- EXERCISE MATERIAL:
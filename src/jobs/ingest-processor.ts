import { ingestFile, openDataset } from '../data/dataset-store.js';
import { defaultReadOptions } from '../data/read-options.js';
import type { ProcessorContext } from './processor.js';
import type { IngestSpec } from './task.js';

/**
 * Ingests an uploaded file (the task folder's `source`) into the tenant's dataset store under the
 * task's id, then deletes the upload: after success only the stored dataset remains.
 */
export async function ingestProcessor(ctx: ProcessorContext): Promise<void> {
  const { store, ref } = ctx;
  const spec = await store.readSpec<IngestSpec>(ref);
  // An earlier attempt may have stored the dataset and died before recording it: stored datasets
  // appear whole (renamed into place when complete), so one that opens is finished.
  try {
    openDataset(store.storeDir(ref.tenant), ref.id);
    await store.removeFile(ref, 'source');
    ctx.onProgress({ phase: 'ingest', fraction: 1 });
    return;
  } catch {
    // Not stored yet: ingest it.
  }
  const total = Math.max(spec.sourceBytes, 1);
  let lastReport = 0;
  await ingestFile(store.file(ref, 'source'), {
    storeDir: store.storeDir(ref.tenant),
    datasetId: ref.id,
    format: spec.format,
    sourceName: spec.sourceName,
    options: defaultReadOptions({
      ...spec.read,
      signal: ctx.signal,
      onProgress: ({ bytesRead }) => {
        const now = Date.now();
        if (now - lastReport < 200) return;
        lastReport = now;
        ctx.onProgress({ phase: 'ingest', fraction: Math.min(bytesRead / total, 0.99) });
      },
    }),
  });
  await store.removeFile(ref, 'source');
  ctx.onProgress({ phase: 'ingest', fraction: 1 });
}
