import { join } from 'node:path';
import { embedRows } from '../embed/embedder.js';
import type { ReadyModel } from '../embed/model-registry.js';
import type { FixedItems, PreviousSelection } from '../core/given-items.js';
import type { RowSource } from '../core/rows.js';
import { openDataset, type StoredDataset } from '../data/dataset-store.js';
import { CairnError } from '../errors.js';
import type { ProcessorContext } from './processor.js';
import type { ResultDocument } from './result-document.js';
import type { FixedChoice, PreviousChoice } from './task.js';

/**
 * Vectors of items a job names (fixed items, an earlier job's representatives) in the job's
 * source space: rows of the job's own dataset come from `rows` (its matrix or its embedding);
 * items of another dataset from that dataset's matrix, or embedded with the job's model.
 */
export interface GivenSource {
  ctx: Pick<ProcessorContext, 'store' | 'ref' | 'signal' | 'computeThreads' | 'modelsDir'>;
  datasetId: string;
  /** The job's rows in its source space (before any in-place transform). */
  rows: RowSource;
  ids: string[];
  model: ReadyModel | null;
}

export async function vectorsOfOtherDataset(src: GivenSource, other: StoredDataset, otherRows: number[]): Promise<Float32Array> {
  const d = src.rows.cols;
  const out = new Float32Array(otherRows.length * d);
  if (src.model) {
    const thumbs = join(other.dir, 'thumbs');
    for (let i = 0; i < otherRows.length; i++) {
      const v = await embedRows(src.model, thumbs, { start: otherRows[i], count: 1 }, { threads: src.ctx.computeThreads || 1, signal: src.ctx.signal });
      out.set(v, i * d);
    }
    return out;
  }
  if (other.meta.cols !== d) {
    throw new CairnError('DIMENSION_MISMATCH', `Dataset ${other.meta.id} has ${other.meta.cols} columns; the job's has ${d}.`, { datasetId: other.meta.id, expected: d, got: other.meta.cols });
  }
  otherRows.forEach((r, i) => out.set(other.readRows(r, 1), i * d));
  return out;
}

/** The fixed items of a job: ids looked up in their dataset; ITEM_NOT_FOUND names the first missing one. */
export async function resolveFixed(src: GivenSource, choice: FixedChoice): Promise<{ items: FixedItems; ids: string[] }> {
  const own = choice.datasetId === src.datasetId;
  const other = own ? null : openDataset(src.ctx.store.storeDir(src.ctx.ref.tenant), choice.datasetId);
  const ids = own ? src.ids : (await other!.readItems()).ids;
  const rowOf = new Map(ids.map((id, i) => [id, i]));
  const rows = choice.ids.map((id) => {
    const r = rowOf.get(id);
    if (r === undefined) throw new CairnError('ITEM_NOT_FOUND', `Item ${JSON.stringify(id)} is not in dataset ${choice.datasetId}.`, { id, datasetId: choice.datasetId });
    return r;
  });
  if (own) return { items: { vectors: src.rows.gather(rows), rows: Int32Array.from(rows) }, ids: choice.ids };
  return { items: { vectors: await vectorsOfOtherDataset(src, other!, rows), rows: new Int32Array(rows.length).fill(-1) }, ids: choice.ids };
}

/**
 * An earlier job's representatives for a stable re-selection: matched by id to rows of the job's
 * dataset; the others take their vectors from the earlier job's dataset when it still exists (and
 * fits), and are left out otherwise (`dropped`).
 */
export async function resolvePrevious(src: GivenSource, choice: PreviousChoice): Promise<{ previous: PreviousSelection; dropped: number; jobId: string }> {
  const { store, ref } = src.ctx;
  const earlier = JSON.parse(await store.readText({ kind: 'job', tenant: ref.tenant, id: choice.jobId }, 'result.json')) as ResultDocument;
  const rowOf = new Map(src.ids.map((id, i) => [id, i]));
  const matched: Array<{ row: number; earlierIndex: number }> = earlier.representatives.map((r) => ({ row: rowOf.get(r.id) ?? -1, earlierIndex: r.index }));
  const missing = matched.filter((m) => m.row < 0);
  let otherVectors: Float32Array | null = null;
  if (missing.length) {
    try {
      const other = openDataset(store.storeDir(ref.tenant), earlier.dataset.id ?? '');
      otherVectors = await vectorsOfOtherDataset(src, other, missing.map((m) => m.earlierIndex));
    } catch {
      otherVectors = null; // the earlier dataset is gone or does not fit: those items are left out
    }
  }
  const kept = otherVectors ? matched : matched.filter((m) => m.row >= 0);
  const d = src.rows.cols;
  const vectors = new Float32Array(kept.length * d);
  let nextMissing = 0;
  kept.forEach((m, i) => {
    if (m.row >= 0) vectors.set(src.rows.read(m.row, 1), i * d);
    else vectors.set(otherVectors!.subarray(nextMissing * d, ++nextMissing * d), i * d);
  });
  return {
    previous: { vectors, rows: Int32Array.from(kept, (m) => m.row), strength: choice.strength },
    dropped: matched.length - kept.length,
    jobId: choice.jobId,
  };
}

- DIRECTIONS FOR THIS TASK: Determine how many lines in the listing above contain "computeThreads", giving the number and no other words.

- RESULT OF THIS TASK: 2